DATASET EXCERPTS:
=== Begin Enclosure ===

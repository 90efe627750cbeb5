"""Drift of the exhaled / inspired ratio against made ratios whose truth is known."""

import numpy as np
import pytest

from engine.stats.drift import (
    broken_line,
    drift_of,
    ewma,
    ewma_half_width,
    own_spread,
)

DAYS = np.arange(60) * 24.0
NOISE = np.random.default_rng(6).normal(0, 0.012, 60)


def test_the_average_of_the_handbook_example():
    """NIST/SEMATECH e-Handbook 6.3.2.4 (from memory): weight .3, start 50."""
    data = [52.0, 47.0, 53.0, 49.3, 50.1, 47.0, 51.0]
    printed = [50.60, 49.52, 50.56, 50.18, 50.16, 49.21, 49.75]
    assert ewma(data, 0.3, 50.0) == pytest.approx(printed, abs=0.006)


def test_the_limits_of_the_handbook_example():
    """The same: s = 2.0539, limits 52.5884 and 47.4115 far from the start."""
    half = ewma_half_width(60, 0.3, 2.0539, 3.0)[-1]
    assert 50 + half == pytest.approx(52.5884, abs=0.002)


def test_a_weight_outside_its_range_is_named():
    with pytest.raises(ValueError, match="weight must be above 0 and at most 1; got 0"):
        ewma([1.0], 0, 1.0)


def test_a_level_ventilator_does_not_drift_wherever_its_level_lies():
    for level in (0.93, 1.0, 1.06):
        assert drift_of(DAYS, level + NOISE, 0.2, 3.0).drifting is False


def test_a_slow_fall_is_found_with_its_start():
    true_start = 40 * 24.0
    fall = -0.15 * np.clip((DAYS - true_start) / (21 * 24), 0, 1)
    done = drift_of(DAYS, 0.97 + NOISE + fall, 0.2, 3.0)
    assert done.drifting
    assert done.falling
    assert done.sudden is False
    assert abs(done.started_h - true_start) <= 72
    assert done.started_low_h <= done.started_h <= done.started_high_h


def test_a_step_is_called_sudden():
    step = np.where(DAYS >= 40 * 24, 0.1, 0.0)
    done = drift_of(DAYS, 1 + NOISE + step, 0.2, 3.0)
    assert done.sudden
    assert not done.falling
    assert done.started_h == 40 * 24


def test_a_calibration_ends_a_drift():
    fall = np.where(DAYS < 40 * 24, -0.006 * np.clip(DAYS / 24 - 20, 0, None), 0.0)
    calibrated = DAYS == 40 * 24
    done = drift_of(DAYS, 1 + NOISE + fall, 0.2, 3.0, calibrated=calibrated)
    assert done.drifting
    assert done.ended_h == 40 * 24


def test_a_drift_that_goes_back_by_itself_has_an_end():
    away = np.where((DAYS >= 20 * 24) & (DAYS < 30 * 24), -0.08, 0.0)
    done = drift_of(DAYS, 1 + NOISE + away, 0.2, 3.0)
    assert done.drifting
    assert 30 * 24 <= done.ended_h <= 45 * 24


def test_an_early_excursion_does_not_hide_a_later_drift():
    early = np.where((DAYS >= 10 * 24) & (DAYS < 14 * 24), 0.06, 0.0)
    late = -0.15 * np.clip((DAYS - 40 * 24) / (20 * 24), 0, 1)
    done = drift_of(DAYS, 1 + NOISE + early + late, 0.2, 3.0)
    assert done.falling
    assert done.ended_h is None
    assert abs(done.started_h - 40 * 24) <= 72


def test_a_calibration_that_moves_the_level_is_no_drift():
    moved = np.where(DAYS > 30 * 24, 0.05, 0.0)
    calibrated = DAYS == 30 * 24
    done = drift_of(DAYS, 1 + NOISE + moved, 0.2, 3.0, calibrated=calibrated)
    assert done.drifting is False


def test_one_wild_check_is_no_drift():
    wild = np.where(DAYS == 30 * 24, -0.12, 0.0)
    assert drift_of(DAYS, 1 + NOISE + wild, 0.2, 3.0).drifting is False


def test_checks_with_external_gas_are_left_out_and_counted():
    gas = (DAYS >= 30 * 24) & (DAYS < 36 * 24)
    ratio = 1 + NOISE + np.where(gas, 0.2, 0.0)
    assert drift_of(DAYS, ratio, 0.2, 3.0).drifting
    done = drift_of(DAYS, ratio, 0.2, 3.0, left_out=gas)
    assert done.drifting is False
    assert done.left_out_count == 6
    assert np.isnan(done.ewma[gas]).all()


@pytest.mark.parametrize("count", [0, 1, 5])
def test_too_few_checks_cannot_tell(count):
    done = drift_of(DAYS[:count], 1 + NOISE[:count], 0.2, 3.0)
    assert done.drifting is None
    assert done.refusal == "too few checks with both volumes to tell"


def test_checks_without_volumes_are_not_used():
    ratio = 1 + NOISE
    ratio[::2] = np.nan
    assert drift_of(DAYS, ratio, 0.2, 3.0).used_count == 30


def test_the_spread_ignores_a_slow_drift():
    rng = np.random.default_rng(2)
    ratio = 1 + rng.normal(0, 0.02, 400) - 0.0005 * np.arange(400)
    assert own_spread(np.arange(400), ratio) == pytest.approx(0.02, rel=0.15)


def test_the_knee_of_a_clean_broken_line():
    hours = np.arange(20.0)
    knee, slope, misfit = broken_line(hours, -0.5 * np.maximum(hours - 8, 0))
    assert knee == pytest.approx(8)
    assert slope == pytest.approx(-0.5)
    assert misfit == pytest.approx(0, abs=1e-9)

=== End Enclosure ===

The reply should hold only the lines from the first line of the listing above through the line with "assert drift_of(DAYS, level", each copied exactly.

RESULT OF THE TASK:
repository 90efe627750cbeb5
"""Drift of the exhaled / inspired ratio against made ratios whose truth is known."""

import numpy as np
import pytest

from engine.stats.drift import (
    broken_line,
    drift_of,
    ewma,
    ewma_half_width,
    own_spread,
)

DAYS = np.arange(60) * 24.0
NOISE = np.random.default_rng(6).normal(0, 0.012, 60)


def test_the_average_of_the_handbook_example():
    """NIST/SEMATECH e-Handbook 6.3.2.4 (from memory): weight .3, start 50."""
    data = [52.0, 47.0, 53.0, 49.3, 50.1, 47.0, 51.0]
    printed = [50.60, 49.52, 50.56, 50.18, 50.16, 49.21, 49.75]
    assert ewma(data, 0.3, 50.0) == pytest.approx(printed, abs=0.006)


def test_the_limits_of_the_handbook_example():
    """The same: s = 2.0539, limits 52.5884 and 47.4115 far from the start."""
    half = ewma_half_width(60, 0.3, 2.0539, 3.0)[-1]
    assert 50 + half == pytest.approx(52.5884, abs=0.002)


def test_a_weight_outside_its_range_is_named():
    with pytest.raises(ValueError, match="weight must be above 0 and at most 1; got 0"):
        ewma([1.0], 0, 1.0)


def test_a_level_ventilator_does_not_drift_wherever_its_level_lies():
    for level in (0.93, 1.0, 1.06):
        assert drift_of(DAYS, level + NOISE, 0.2, 3.0).drifting is False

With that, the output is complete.